Fossilien
Die Jäger der längst verlorenen Schätze
Mittwoch, 17. Februar 2010 08:12 - Von Heike WeichlerWo Sammler in Deutschland auf die Jagd nach Fossilien gehen können: Prähistorische Fundstellen gibt es fast überall, wo Gesteinsschichten oder Sedimentablagerungen zutage treten. Anfänger sollten allerdings auf offiziell zugelassenen Flächen suchen. Wir stellen die besten Plätze vor.
Suchen und Sammeln steckt in unseren Genen. Heute muss niemand mehr für seinen Lebensunterhalt Tiere jagen und Beeren finden. Und darum kompensiert so mancher diesen Urtrieb mit einem passenden Hobby. Besonders spannend ist da die Suche nach Fossilien, was einer Schatzjagd gleichkommt.
Schieferbruch Kromer bei Stuttgart, Baden-Württemberg
Baden-Württemberg ist ein Dorado für Fossilienfreunde.

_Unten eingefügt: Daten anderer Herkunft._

// The API reference page's content, read from the OpenAPI document itself (never written by
// hand): the operations by tag with their parameters, body fields and answers, the named
// schemas field by field, and the problem types. Pure and serialisable; the page only draws it.
import { PROBLEMS, type ProblemCode } from "./problems.ts";

type Json = null | boolean | number | string | Json[] | { [key: string]: Json };
type JsonObject = { [key: string]: Json };

const isObject = (value: unknown): value is JsonObject => typeof value === "object" && value !== null && !Array.isArray(value);
const text = (value: unknown): string => (typeof value === "string" ? value : "");
const objectAt = (value: unknown, key: string): JsonObject => (isObject(value) && isObject(value[key]) ? value[key] : {});

/** One field of a schema: its dotted name, its type in words, whether it must be there, what it means. */
export type ReferenceField = { name: string; type: string; ref: string | null; required: boolean; description: string };
export type ReferenceParameter = ReferenceField & { in: string };
export type ReferenceResponse = { status: string; description: string; mediaType: string; schema: string | null; schemaRef: string | null };
export type ReferenceOperation = {
  anchor: string;
  method: string;
  path: string;
  summary: string;
  description: string;
  scope: string;
  role: string;
  parameters: ReferenceParameter[];
  body: { schema: string | null; fields: ReferenceField[] } | null;
  responses: ReferenceResponse[];
};
export type ReferenceGroup = { tag: string; description: string; operations: ReferenceOperation[] };
export type ReferenceSchema = { name: string; anchor: string; description: string; fields: ReferenceField[] };
export type ApiReference = {
  title: string;
  version: string;
  description: string;
  basePath: string;
  groups: ReferenceGroup[];
  schemas: ReferenceSchema[];
  problems: Array<{ code: ProblemCode; anchor: string; status: number; title: string; explains: string }>;
};

const refName = (schema: JsonObject): string | null => {
  const ref = text(schema.$ref);
  return ref.startsWith("#/components/schemas/") ? ref.slice("#/components/schemas/".length) : null;
};

/** A schema's type in words: "string (uuid)", "integer 1–65535", "one of: allow, deny", "array of Device". */
export function typeWords(schema: JsonObject): string {
  const ref = refName(schema);
  if (ref) return ref;
  if (Array.isArray(schema.enum)) {
    const words = schema.enum.map((value) => (value === null ? "null" : String(value)));
    return words.length === 1 ? `always ${words[0]}` : `one of: ${words.join(", ")}`;
  }
  for (const key of ["anyOf", "oneOf"] as const) {
    const options = schema[key];
    if (Array.isArray(options)) return options.filter(isObject).map(typeWords).join(" or ");
  }
  const types = Array.isArray(schema.type) ? schema.type.map(String) : schema.type ? [String(schema.type)] : [];
  const nullable = types.includes("null");
  const main = types.find((type) => type !== "null") ?? (isObject(schema.properties) ? "object" : "any JSON");
  let words = main;
  if (main === "array") words = `array of ${typeWords(isObject(schema.items) ? schema.items : {})}`;
  if (main === "string" && schema.format) words = `string (${text(schema.format)})`;
  if ((main === "integer" || main === "number") && (typeof schema.minimum === "number" || typeof schema.maximum === "number")) words = `${main} ${schema.minimum ?? "…"}–${schema.maximum ?? "…"}`;
  if (main === "string" && (typeof schema.minLength === "number" || typeof schema.maxLength === "number")) words = `${words}, ${schema.minLength ?? 0}–${schema.maxLength ?? "…"} characters`;
  if (main === "object" && isObject(schema.additionalProperties) && !isObject(schema.properties)) words = `map of ${typeWords(schema.additionalProperties)}`;
  if (schema.default !== undefined) words = `${words}, default ${JSON.stringify(schema.default)}`;
  return nullable ? `${words} or null` : words;
}

/** The fields of an object schema, nested ones with dotted names (array items as `name[]`), up to a depth. */
export function fieldsOf(schema: JsonObject, prefix = "", depth = 0): ReferenceField[] {
  if (refName(schema) || depth > 4) return [];
  const properties = isObject(schema.properties) ? schema.properties : {};
  const required = new Set(Array.isArray(schema.required) ? schema.required.map(String) : []);
  const fields: ReferenceField[] = [];
  for (const [key, value] of Object.entries(properties)) {
    if (!isObject(value)) continue;
    const name = `${prefix}${key}`;
    const ref = refName(value) ?? (isObject(value.items) ? refName(value.items) : null);
    fields.push({ name, type: typeWords(value), ref, required: required.has(key), description: text(value.description) });
    if (isObject(value.properties)) fields.push(...fieldsOf(value, `${name}.`, depth + 1));
    if (isObject(value.items) && isObject(value.items.properties)) fields.push(...fieldsOf(value.items, `${name}[].`, depth + 1));
  }
  return fields;
}

const anchorOf = (value: string) => value.toLowerCase().replace(/[^a-z0-9]+/g, "-").replace(/^-|-$/g, "");

export function apiReference(document: unknown): ApiReference {
  const info = objectAt(document, "info");
  const paths = objectAt(document, "paths");
  const schemas = objectAt(objectAt(document, "components"), "schemas");
  const tags = isObject(document) && Array.isArray(document.tags) ? document.tags.filter(isObject) : [];
  const servers = isObject(document) && Array.isArray(document.servers) ? document.servers.filter(isObject) : [];
  const groups = new Map<string, ReferenceGroup>(tags.map((tag) => [text(tag.name), { tag: text(tag.name), description: text(tag.description), operations: [] }]));
  for (const [path, item] of Object.entries(paths)) {
    if (!isObject(item)) continue;
    for (const [method, operation] of Object.entries(item)) {
      if (!isObject(operation)) continue;
      const tag = Array.isArray(operation.tags) ? text(operation.tags[0]) : "";
      const group = groups.get(tag) ?? { tag, description: "", operations: [] };
      groups.set(tag, group);
      const parameters = (Array.isArray(operation.parameters) ? operation.parameters.filter(isObject) : []).map((parameter) => {
        const schema = objectAt(parameter, "schema");
        return { name: text(parameter.name), in: text(parameter.in), type: typeWords(schema), ref: null, required: parameter.required === true, description: text(parameter.description) || text(schema.description) };
      });
      const bodySchema = objectAt(objectAt(objectAt(objectAt(operation, "requestBody"), "content"), "application/json"), "schema");
      const bodyName = refName(bodySchema);
      const bodyFields = bodyName ? fieldsOf(objectAt(schemas, bodyName)) : fieldsOf(bodySchema);
      const responses = Object.entries(objectAt(operation, "responses")).flatMap(([status, response]) => {
        if (!isObject(response)) return [];
        const [mediaType, media] = Object.entries(objectAt(response, "content"))[0] ?? ["", {}];
        const schema = objectAt(media, "schema");
        const schemaRef = refName(schema);
        return [{ status, description: text(response.description), mediaType, schema: mediaType ? typeWords(schema) : null, schemaRef }];
      });
      group.operations.push({
        anchor: anchorOf(text(operation.operationId) || `${method}-${path}`),
        method: method.toUpperCase(),
        path,
        summary: text(operation.summary),
        description: text(operation.description),
        scope: text(operation["x-sallyport-scope"]) || "none",
        role: text(operation["x-sallyport-role"]),
        parameters,
        body: isObject(operation.requestBody) ? { schema: bodyName, fields: bodyFields } : null,
        responses,
      });
    }
  }
  return {
    title: text(info.title),
    version: text(info.version),
    description: text(info.description),
    basePath: text(servers[0]?.url),
    groups: [...groups.values()].filter((group) => group.operations.length > 0),
    schemas: Object.entries(schemas).flatMap(([name, schema]) => (isObject(schema) ? [{ name, anchor: `schema-${anchorOf(name)}`, description: text(schema.description), fields: fieldsOf(schema) }] : [])),
    problems: (Object.keys(PROBLEMS) as ProblemCode[]).map((code) => ({ code, anchor: `problem-${code}`, status: PROBLEMS[code].status, title: PROBLEMS[code].title, explains: PROBLEMS[code].explains })),
  };
}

Gut 60 Millionen Jahre lag diese Region im Erdmittelalter unter einem tropischen Meer. Besonders interessant sind die Steinbrüche etwa 40 Kilometer südöstlich von Stuttgart. Im Schieferbruch Kromer in Ohmden zum Beispiel werden Hobbysammler garantiert etwas finden: 180 Millionen Jahre alte Ammoniten, tintenfischähnliche Belemniten, Muscheln und Gagat - versteinerte Holzkohle, die zu Schmuckstein poliert werden kann.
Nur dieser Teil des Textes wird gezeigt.